Parameter inequivalence in linear regression QR decomposition model

I am having a problem with the equivalence of parameters learned with my Stan model.

In the linear regression model shown below, I am using a bspline design matrix, along with the QR reparameterization for computational efficiency. In this scenario, I am expecting the following relationships between the parameters to be approximately true:

w = R_inverse * eta
theta = R_inverse * zeta

or equivalently:

eta = R * w
zeta = R * theta

However, if I compare the learned parameters eta and zeta, with the computed values of eta and zeta based on the learned values of w and theta (and vice versa), they are not equivalent - see the attached figures. The learned w and theta values and the calculated versions of eta and zeta seem to be correct, as these result in predictions as I would expect them via the beta distribution (cannot show here for privacy). There is something wrong with with the posterior eta and zeta values however.

Any ideas what it is going wrong here? I don’t understand how this can happen since the parameters are explicitly linked to each other in the model. Perhaps there is something unexpected going on in the QR decomposition.

eta
theta
w
zeta

data { 
    int<lower=0> N; // number of data
    vector<lower=0,upper=1>[N] y; // output powers
    int<lower=0> num_t; // number of knots
    int<lower=0> order; // order
    int<lower=1> B; // design matrix width
    matrix[N, B] X; // design matrix
} 

transformed data {
    matrix[N, B] Q;
    matrix[B, B] R;
    matrix[B, B] R_inverse;

    // thin and scale the QR decomposition
    Q = qr_thin_Q(X) * sqrt(N - 1);
    R = qr_thin_R(X) / sqrt(N - 1);
    // add small number to diagonal to ensure R is invertible (non-singular with no zeros on the diagonal)
    R = add_diag(R, 1e-4);
    R_inverse = inverse(R);
}


parameters {
    vector[B] eta; // coefficients on Q (for mu)
    vector[B] zeta; // coefficients on Q (for phi)
} 

transformed parameters {
    vector<lower=0,upper=1>[N] mu; // Mean of the Beta distribution
    vector<lower=0>[N] phi; // dispersion parameter for the Beta distribution
    vector<lower=0>[N] a; // parameter for beta distribution
    vector<lower=0>[N] b; 

    mu = inv_logit(Q * eta); // -> ensures that this results in values between 0 and 1
    phi = exp(Q * zeta); // -> ensures positive phi / could multiply the precision here...

    for (i in 1:N) {
        a[i] = mu[i] * phi[i];
        b[i] = (1 - mu[i]) * phi[i];
    }
}

model {
//  priors
  a ~ exponential(1e-4);
  b ~ exponential(1e-4);

  for (n in 1:B){
    eta[n] ~ normal(0,3);
    zeta[n] ~ normal(0,3);
  }

  // likelihood
  y ~ beta(a, b);
}

generated quantities {
  vector[B] w;
  vector[B] theta;
  //vector[N] log_lik;

  w =  R_inverse * eta; // coefficients for mean mu
  theta =  R_inverse * zeta; // coefficients for dispersion phi
 

I figured I can output the Q and R matrices in Stan, and there are differences compared to what I think is the equivalent numpy method - i.e.

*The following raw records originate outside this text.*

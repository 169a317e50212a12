import type { Routes } from '@angular/router';
import type { Role } from '@ohmprint/contracts';
import { AppShell, NotFoundPage, ProfilePage, authRoutes, roleGuard, signedInGuard } from '@ohmprint/ui';

/** Everyone in a lab who handles samples; the platform operator never sees a lab's samples. */
const LAB_STAFF: Role[] = ['intake-technician', 'analyst', 'reviewer', 'lab-admin'];

/** Each feature is one line in `children`: its folder's `<feature>.routes.ts` default export. */
export const routes: Routes = [
  ...authRoutes,
  {
    path: '',
    component: AppShell,
    canActivate: [signedInGuard],
    children: [
      { path: '', title: 'Home · Ohmprint lab', loadComponent: () => import('./home/lab-home').then((m) => m.LabHome) },
      { path: 'profile', title: 'Profile · Ohmprint lab', component: ProfilePage },
      { path: 'staff', canActivate: [roleGuard('lab-admin')], loadChildren: () => import('./staff/staff.routes') },
      { path: 'billing', canActivate: [roleGuard('lab-admin')], loadChildren: () => import('./billing/billing.routes') },
      { path: 'clients', canActivate: [roleGuard('lab-admin')], loadChildren: () => import('./client-organisations/client-organisations.routes') },
      { path: 'labs', canActivate: [roleGuard('platform-operator')], loadChildren: () => import('./labs/labs.routes') },
      { path: 'queue', canActivate: [roleGuard(...LAB_STAFF)], loadChildren: () => import('./queue/queue.routes') },
      { path: 'intake-limits', canActivate: [roleGuard(...LAB_STAFF)], loadChildren: () => import('./intake-limits/intake-limits.routes') },
      { path: 'intake', canActivate: [roleGuard('intake-technician')], loadChildren: () => import('./intake/intake.routes') },
      { path: 'samples', canActivate: [roleGuard(...LAB_STAFF)], loadChildren: () => import('./samples/samples.routes') },
      { path: 'reviews', canActivate: [roleGuard('reviewer')], loadChildren: () => import('./reviews/reviews.routes') },
      { path: 'reports', canActivate: [roleGuard('reviewer', 'lab-admin', 'analyst')], loadChildren: () => import('./reports/reports.routes') },
      { path: 'libraries', canActivate: [roleGuard('analyst', 'reviewer', 'lab-admin')], loadChildren: () => import('./libraries/libraries.routes') },
      { path: 'instrument-keys', canActivate: [roleGuard('lab-admin')], loadChildren: () => import('./instrument-keys/instrument-keys.routes') },
      { path: '**', title: 'Not found · Ohmprint lab', component: NotFoundPage },
    ],
  },
];
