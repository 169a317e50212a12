import { readExportMetadata, type ExportMetadata } from './read-export-metadata';

/** The demo lab's code format (Crockford base-32 letters), as the API passes it. */
const CODE = /^OP-[0-9A-HJKMNP-TV-Z]{4}-[0-9A-HJKMNP-TV-Z]{2}$/;
const read = (fileName: string, text: string) => readExportMetadata(fileName, text, { codePattern: CODE });
const DATA = ['Frequency (Hz),Z\' (Ohm),Z\'\' (Ohm)', '1000000.0,184.79,-6.25', '794328.23,185.69,-7.22'].join('\n');

describe('readExportMetadata: sample codes', () => {
  it.each<[string, string, string, Partial<ExportMetadata>]>([
    ['code in the file name and a comment line', 'OP-8MJA-4T_whole-milk_rep1.csv', `# Sample: OP-8MJA-4T  Replicate: 1\n${DATA}`,
      { fileNameCodes: ['OP-8MJA-4T'], sample: { text: 'OP-8MJA-4T', codes: ['OP-8MJA-4T'], line: 1 } }],
    ['sample_id=… and a path in the file name', 'C:\\exports\\run 4\\op-7k2m-4q.txt', `sample_id=OP-7K2M-4Q\n${DATA}`,
      { fileNameCodes: ['OP-7K2M-4Q'], sample: { text: 'OP-7K2M-4Q', codes: ['OP-7K2M-4Q'], line: 1 } }],
    ['a sample name without a code', 'sweep-0042.csv', `Sample Name: Whole milk, tank 3\n${DATA}`,
      { fileNameCodes: [], sample: { text: 'Whole milk, tank 3', codes: [], line: 1 } }],
    ['a key cell followed by its value cell (semicolons)', 'export.csv', `Title;Sweep\nSampleID;OP-6TBS-3H\nFreq / kHz;Zre / kOhm;-Zim / kOhm\n1000,0;0,39;0,0049\n794,3;0,39;0,0059`,
      { sample: { text: 'OP-6TBS-3H', codes: ['OP-6TBS-3H'], line: 2 } }],
    ['no statement at all', 'data.csv', DATA, { fileNameCodes: [], sample: null, temperature: null, instrument: null, measuredAt: null }],
    ['a look-alike that breaks the alphabet (I, L, O, U are not used) is no code', 'OP-ILOU-4T.csv', `Sample: OP-8MJA-4TX\n${DATA}`,
      { fileNameCodes: [], sample: { text: 'OP-8MJA-4TX', codes: [], line: 1 } }],
  ])('%s', (_name, fileName, text, expected) => {
    expect(read(fileName, text)).toMatchObject(expected);
  });

  it('reads no code without the lab pattern, but keeps the sample as written', () => {
    const m = readExportMetadata('OP-8MJA-4T.csv', `Sample: OP-8MJA-4T\n${DATA}`);
    expect(m.fileNameCodes).toEqual([]);
    expect(m.sample).toEqual({ text: 'OP-8MJA-4T', codes: [], line: 1 });
  });

  it('does not read the column header or the data as statements', () => {
    const m = read('x.csv', `Temperature (°C),Frequency (Hz),Z' (Ohm)\n20.1,1000,12\n20.2,100,13\nSample: OP-8MJA-4T\n`);
    expect(m.temperature).toBeNull();
    expect(m.sample).toBeNull();
  });
});

describe('readExportMetadata: temperature', () => {
  // Conversions: t/°C = T/K − 273.15 (SI Brochure, 9th ed., 2.3.1, a definition);
  // t/°C = (t/°F − 32) × 5/9 (NIST SP 811, 2008, Appendix B.9, exact by definition).
  it.each<[string, string, number, string]>([
    ['Temperature: 19 C', 'degC', 19, 'the demo exports'],
    ['# Temperature: 20.5 °C', 'degC', 20.5, 'comment mark, degree sign'],
    ['Temperature (°C): 21.5', 'degC', 21.5, 'unit in the key'],
    ['temp_c=22.25', 'degC', 22.25, 'snake-case key with a unit suffix'],
    ['Sample temperature;20,5;°C', 'degC', 20.5, 'decimal comma in cells'],
    ['Temperature,25.0,C', 'degC', 25, 'comma-separated cells'],
    ['Temperature = 25 ℃', 'degC', 25, 'the ℃ sign'],
    ['Temperature [K]: 293.15', 'K', 20, 'kelvin: 293.15 K is 20 °C by the SI definition'],
    ['Temperature: 298.15 K', 'K', 25, 'kelvin in the value'],
    ['Temperature: 68 °F', 'degF', 20, 'Fahrenheit: (68 − 32) × 5/9 = 20'],
    ['TEMP(F)=32', 'degF', 0, 'the ice point: 32 °F = 0 °C'],
    ['Temperature: -4 F', 'degF', -20, '(−4 − 32) × 5/9 = −20'],
    ['Measurement temperature: −1.5 degC', 'degC', -1.5, 'Unicode minus'],
  ])('%s → %s', (line, unit, celsius) => {
    const t = read('x.csv', `${line}\n${DATA}`).temperature;
    expect(t).toMatchObject({ unit, line: 1 });
    expect(t?.celsius).toBeCloseTo(celsius, 9);
  });

  it.each([
    ['Temperature: 21.5', 'without a unit'],
    ['Temperature: 21.5 °', 'not one of °C, K or °F'],
    ['Temperature (K): 21.5 °C', 'two different units'],
    ['Temperature: room', 'not a number'],
  ])('does not guess from "%s"', (line, message) => {
    const m = read('x.csv', `${line}\n${DATA}`);
    expect(m.temperature).toBeNull();
    expect(m.notes).toEqual([{ line: 1, message: expect.stringContaining(message) }]);
  });

  it('ignores ambient and room temperatures: they are not the sample\'s', () => {
    expect(read('x.csv', `Ambient temperature: 23 °C\nRoom temp: 22 C\n${DATA}`).temperature).toBeNull();
  });
});

describe('readExportMetadata: instrument and date', () => {
  it('reads a long tab-separated metadata block before the data', () => {
    const block = [
      'Instrument\tInvented IA-200',
      ...Array.from({ length: 58 }, (_, i) => `Setting ${i}\t${i}`),
      'Date\t2026-11-30',
      'Time\t14:05:09',
      'freq_hz\tz_real_ohm\tneg_z_imag_ohm',
      '1000\t12.5\t3.1',
      '100\t13.5\t4.1',
    ].join('\r\n');
    const m = read('x.tsv', block);
    expect(m.instrument).toEqual({ text: 'Invented IA-200', line: 1 });
    expect(m.measuredAt).toEqual({ text: '2026-11-30 14:05:09', line: 60, iso: '2026-11-30T14:05:09' });
  });

  it.each([
    ['Date/Time: 2026-11-30T14:05:00Z', '2026-11-30T14:05:00Z'],
    ['Measured at: 2026-11-30 14:05 +0100', '2026-11-30T14:05:00+01:00'],
    ['Timestamp=2026/11/30 08:00:00', '2026-11-30T08:00:00'],
    ['Date: 2026-11-30', '2026-11-30'],
    ['Date: 30/11/2026', null],
    ['Date: 11.12.2026', null],
    ['Date: 2026-02-30', null],
  ])('%s → %s', (line, iso) => {
    expect(read('x.csv', `${line}\n${DATA}`).measuredAt).toMatchObject({ iso, line: 1 });
  });

  it('splits several statements on one line and keeps the first of each kind', () => {
    const m = read('x.csv', `# Instrument: Bench analyser 1 (demo) (Invented IA-200)\n# Sample: OP-8MJA-4T  Replicate: 1  Temperature: 19 C\n# Temperature: 25 C\n${DATA}`);
    expect(m.instrument?.text).toBe('Bench analyser 1 (demo) (Invented IA-200)');
    expect(m.temperature).toMatchObject({ celsius: 19, line: 2 });
    const single = read('x.csv', `Sample: OP-8MJA-4T Replicate: 1 Temperature: 19.5 C Date: 2026-11-30 Time: 14:05\n${DATA}`);
    expect(single).toMatchObject({ sample: { codes: ['OP-8MJA-4T'] }, temperature: { celsius: 19.5 }, measuredAt: { iso: '2026-11-30T14:05:00' } });
  });
});

describe('readExportMetadata: hostile input', () => {
  it('stops looking after maxLines when no data block comes', () => {
    const text = `${'x: y\n'.repeat(10_000)}Sample: OP-8MJA-4T\n`;
    expect(readExportMetadata('x', text, { codePattern: CODE, maxLines: 100 }).sample).toBeNull();
  });

  it('survives NUL bytes, a byte-order mark and an empty file', () => {
    expect(read('a\u0000.csv', '\uFEFFSample: OP-8MJA-4T\u0000\n' + DATA).sample?.codes).toEqual(['OP-8MJA-4T']);
    expect(read('b.csv', '\uFEFFSample: OP-8MJA-4T\n' + DATA).sample?.codes).toEqual(['OP-8MJA-4T']);
    expect(read('', '')).toMatchObject({ sample: null, fileNameCodes: [] });
  });
});
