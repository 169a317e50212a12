import { performance } from 'node:perf_hooks';
import type { DataSource, EntityManager } from 'typeorm';
import { demoReportContent, demoReportData } from './pdf/demo-report-content';
import { renderReportPdf } from './pdf/render-report-pdf';
import { createSelfSignedCredential } from './signing/self-signed-credential';
import { signPdf } from './signing/sign-pdf';
import { issueReport } from './issue-report';
import { insertSubmittedAnalysis } from './submitted-analysis.fixture';

/**
 * Timings for test/bench/api-bench.ts (target: a signed report issued in under 1.5 s).
 * `timeRenderAndSign` needs no database; `timeIssuance` issues real reports for invented demo
 * analyses in the demo lab Calder Analytical of the database `dataSource` points at.
 */
export interface RenderSignTiming {
  renderMs: number;
  signMs: number;
  bytes: number;
}

export async function timeRenderAndSign(runs: number): Promise<RenderSignTiming[]> {
  const passphrase = 'benchmark only';
  const p12 = createSelfSignedCredential({ labName: 'Calder Analytical (demo)', passphrase });
  const data = demoReportData();
  const timings: RenderSignTiming[] = [];
  for (let i = 0; i < runs; i++) {
    const t0 = performance.now();
    const pdf = await renderReportPdf(data);
    const t1 = performance.now();
    const signed = await signPdf(pdf, p12, passphrase, { reason: `Test report ${data.reportNumber}`, signerName: data.lab.name, location: 'bench', contactInfo: '', signingTime: new Date() });
    timings.push({ renderMs: t1 - t0, signMs: performance.now() - t1, bytes: signed.length });
  }
  return timings;
}

/** Milliseconds per issuance: number, render, sign, store, audit and e-mail in one transaction. */
export async function timeIssuance(dataSource: DataSource, runs: number): Promise<number[]> {
  const who = { labName: 'Calder Analytical', clientName: 'Hollin Ridge Cellars', analystEmail: 'analyst@calder.test', reviewerEmail: 'reviewer@calder.test' };
  const timings: number[] = [];
  for (let i = 0; i < runs; i++) {
    const a = await insertSubmittedAnalysis(dataSource.manager, who);
    const t0 = performance.now();
    await dataSource.transaction(async (manager: EntityManager) => {
      await manager.query(`UPDATE analysis SET status = 'approved' WHERE id = $1`, [a.analysisId]);
      await issueReport(manager, { labId: a.labId, analysisId: a.analysisId, sampleId: a.sampleId, clientOrganisationId: a.clientOrganisationId, actorUserId: a.reviewerUserId, content: demoReportContent() });
    });
    timings.push(performance.now() - t0);
  }
  return timings;
}
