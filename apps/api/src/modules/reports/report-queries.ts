import type { EntityManager } from 'typeorm';
import type { Page, ReportDetail, ReportListQuery, ReportSummary } from '@ohmprint/contracts';
import { ApiError } from '../../core/api-error';
import { cappedCount, escapeLike, sparseSearchIds, pageParams, toCappedPage, totalCapFor } from '../../core/paging';
import { formatVerificationCode, verificationUrl } from './verification-code';
import { TestReport } from './test-report.entity';

/** Whose reports a query may see: a lab's, or one client organisation's within its lab. */
export interface ReportScope {
  labId: string;
  clientOrganisationId?: string;
}

const SORT_COLUMNS: Record<ReportListQuery['sort'], string> = { issuedAt: 'r.issued_at', number: 'r.number', status: 'r.status' };

const SELECT = `
  SELECT r.id, r.number, r.revision, r.status, r.verdict, r.sample_code, r.product_name, r.analysis_id,
         r.client_organisation_id, co.name AS client_name, r.issued_at, r.sha256, r.pdf_size,
         rep.number AS replaces_number, sup.number AS superseded_by_number, r.amendment_reason,
         r.revoked_at, r.revocation_reason, r.verification_code,
         iu.display_name AS issued_by, ru.display_name AS revoked_by
    FROM test_report r
    JOIN client_organisation co ON co.id = r.client_organisation_id
    JOIN app_user iu ON iu.id = r.issued_by_user_id
    LEFT JOIN app_user ru ON ru.id = r.revoked_by_user_id
    LEFT JOIN test_report rep ON rep.id = r.replaces_report_id
    LEFT JOIN test_report sup ON sup.id = r.superseded_by_report_id`;

interface Row {
  id: string;
  number: string;
  revision: number;
  status: ReportSummary['status'];
  verdict: ReportSummary['verdict'];
  sample_code: string;
  product_name: string;
  analysis_id: string;
  client_organisation_id: string;
  client_name: string;
  issued_at: Date;
  sha256: string;
  pdf_size: number;
  replaces_number: string | null;
  superseded_by_number: string | null;
  amendment_reason: string | null;
  revoked_at: Date | null;
  revocation_reason: string | null;
  verification_code: string;
  issued_by: string;
  revoked_by: string | null;
}

function where(scope: ReportScope, params: unknown[]): string {
  params.push(scope.labId);
  let clause = `r.lab_id = $${params.length}`;
  if (scope.clientOrganisationId) {
    params.push(scope.clientOrganisationId);
    clause += ` AND r.client_organisation_id = $${params.length}`;
  }
  return clause;
}

function summary(row: Row): ReportSummary {
  return {
    id: row.id,
    number: row.number,
    revision: row.revision,
    status: row.status,
    verdict: row.verdict,
    sampleCode: row.sample_code,
    productName: row.product_name,
    clientOrganisation: { id: row.client_organisation_id, name: row.client_name },
    analysisId: row.analysis_id,
    issuedAt: row.issued_at.toISOString(),
    sha256: row.sha256,
    pdfSize: row.pdf_size,
    replacesNumber: row.replaces_number,
    supersededByNumber: row.superseded_by_number,
    amendmentReason: row.amendment_reason,
    revokedAt: row.revoked_at?.toISOString() ?? null,
    revocationReason: row.revocation_reason,
  };
}

/** A page of reports in scope, searchable by number, sample code, product or client. */
export async function listReports(manager: EntityManager, scope: ReportScope, query: ReportListQuery): Promise<Page<ReportSummary>> {
  const params: unknown[] = [];
  let clause = where(scope, params);
  if (query.status) {
    params.push(query.status);
    clause += ` AND r.status = $${params.length}`;
  }
  if (query.q) {
    params.push(escapeLike(query.q));
    const p = `$${params.length}`;
    // one arm per column, each on its own (trigram) index, rather than one OR tested on every report
    const clients = `SELECT c2.id FROM client_organisation c2 WHERE c2.lab_id = $1 AND c2.name ILIKE ${p}`;
    const arms = [
      `SELECT x.id FROM test_report x WHERE x.lab_id = $1 AND x.number ILIKE ${p}`,
      `SELECT x.id FROM test_report x WHERE x.lab_id = $1 AND x.sample_code ILIKE ${p}`,
      `SELECT x.id FROM test_report x WHERE x.lab_id = $1 AND x.product_name ILIKE ${p}`,
      `SELECT x.id FROM test_report x WHERE x.lab_id = $1 AND x.client_organisation_id IN (${clients})`,
    ];
    const ids = await sparseSearchIds(manager, arms, params);
    if (ids) params[params.length - 1] = ids;
    clause += ids
      ? ` AND r.id = ANY(${p}::uuid[])`
      : ` AND (r.number ILIKE ${p} OR r.sample_code ILIKE ${p} OR r.product_name ILIKE ${p} OR r.client_organisation_id IN (${clients}))`;
  }
  const { skip, take } = pageParams(query);
  const order = `${SORT_COLUMNS[query.sort]} ${query.dir === 'asc' ? 'ASC' : 'DESC'}, r.number ${query.dir === 'asc' ? 'ASC' : 'DESC'}`;
  // the page is chosen on test_report alone (an index walks the order), then joined for names
  const [rows, counted] = await Promise.all([
    manager.query(
      `${SELECT.replace('FROM test_report r', `FROM (SELECT r.* FROM test_report r JOIN (SELECT r.id FROM test_report r WHERE ${clause} ORDER BY ${order} LIMIT ${take} OFFSET ${skip}) page USING (id)) r`)} ORDER BY ${order}`,
      params,
    ) as Promise<Row[]>,
    cappedCount(manager, `FROM test_report r WHERE ${clause}`, params, totalCapFor(query)),
  ]);
  return toCappedPage(rows.map(summary), counted, query);
}

/** One report in scope with its verification details; another tenant's answers 404. */
export async function reportDetail(manager: EntityManager, scope: ReportScope, id: string): Promise<ReportDetail> {
  const params: unknown[] = [];
  const clause = where(scope, params);
  params.push(id);
  const rows: Row[] = await manager.query(`${SELECT} WHERE ${clause} AND r.id = $${params.length}`, params);
  if (!rows.length) throw ApiError.notFound('The report');
  const row = rows[0];
  const [{ remarks }]: Array<{ remarks: string | null }> = await manager.query(`SELECT content->>'remarks' AS remarks FROM test_report WHERE id = $1`, [row.id]);
  return {
    ...summary(row),
    remarks,
    verificationCode: formatVerificationCode(row.verification_code),
    verificationUrl: verificationUrl(row.number, row.verification_code),
    issuedBy: row.issued_by,
    revokedBy: row.revoked_by,
  };
}

/** The issued PDF bytes, for download. */
export async function reportPdf(manager: EntityManager, scope: ReportScope, id: string): Promise<{ number: string; pdf: Buffer; sha256: string }> {
  const qb = manager
    .getRepository(TestReport)
    .createQueryBuilder('r')
    .select(['r.number', 'r.sha256'])
    .addSelect('r.pdf')
    .where('r.id = :id AND r.lab_id = :labId', { id, labId: scope.labId });
  if (scope.clientOrganisationId) qb.andWhere('r.client_organisation_id = :org', { org: scope.clientOrganisationId });
  const report = await qb.getOne();
  if (!report) throw ApiError.notFound('The report');
  return { number: report.number, pdf: report.pdf, sha256: report.sha256 };
}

Q, R = np.linalg.qr(dmat, mode="reduced")
Q = Q * (np.sqrt(len(X) - 1))
R = R / (np.sqrt(len(X) - 1))
np.fill_diagonal(R_new, np.diag(R_new) + 1e-4)

An example Stan R matrix for a given design matrix X looks like this:
image
Whilst with numpy it looks like this:
image
I also see differences with the Q matrices, but the inverse of the R matrices look approximately equal…
image
image

1 Like

I have solved this problem now.

It turns out, the QR decomposition in Stan is slightly different to the one in numpy/scipy, although both are valid.

1 Like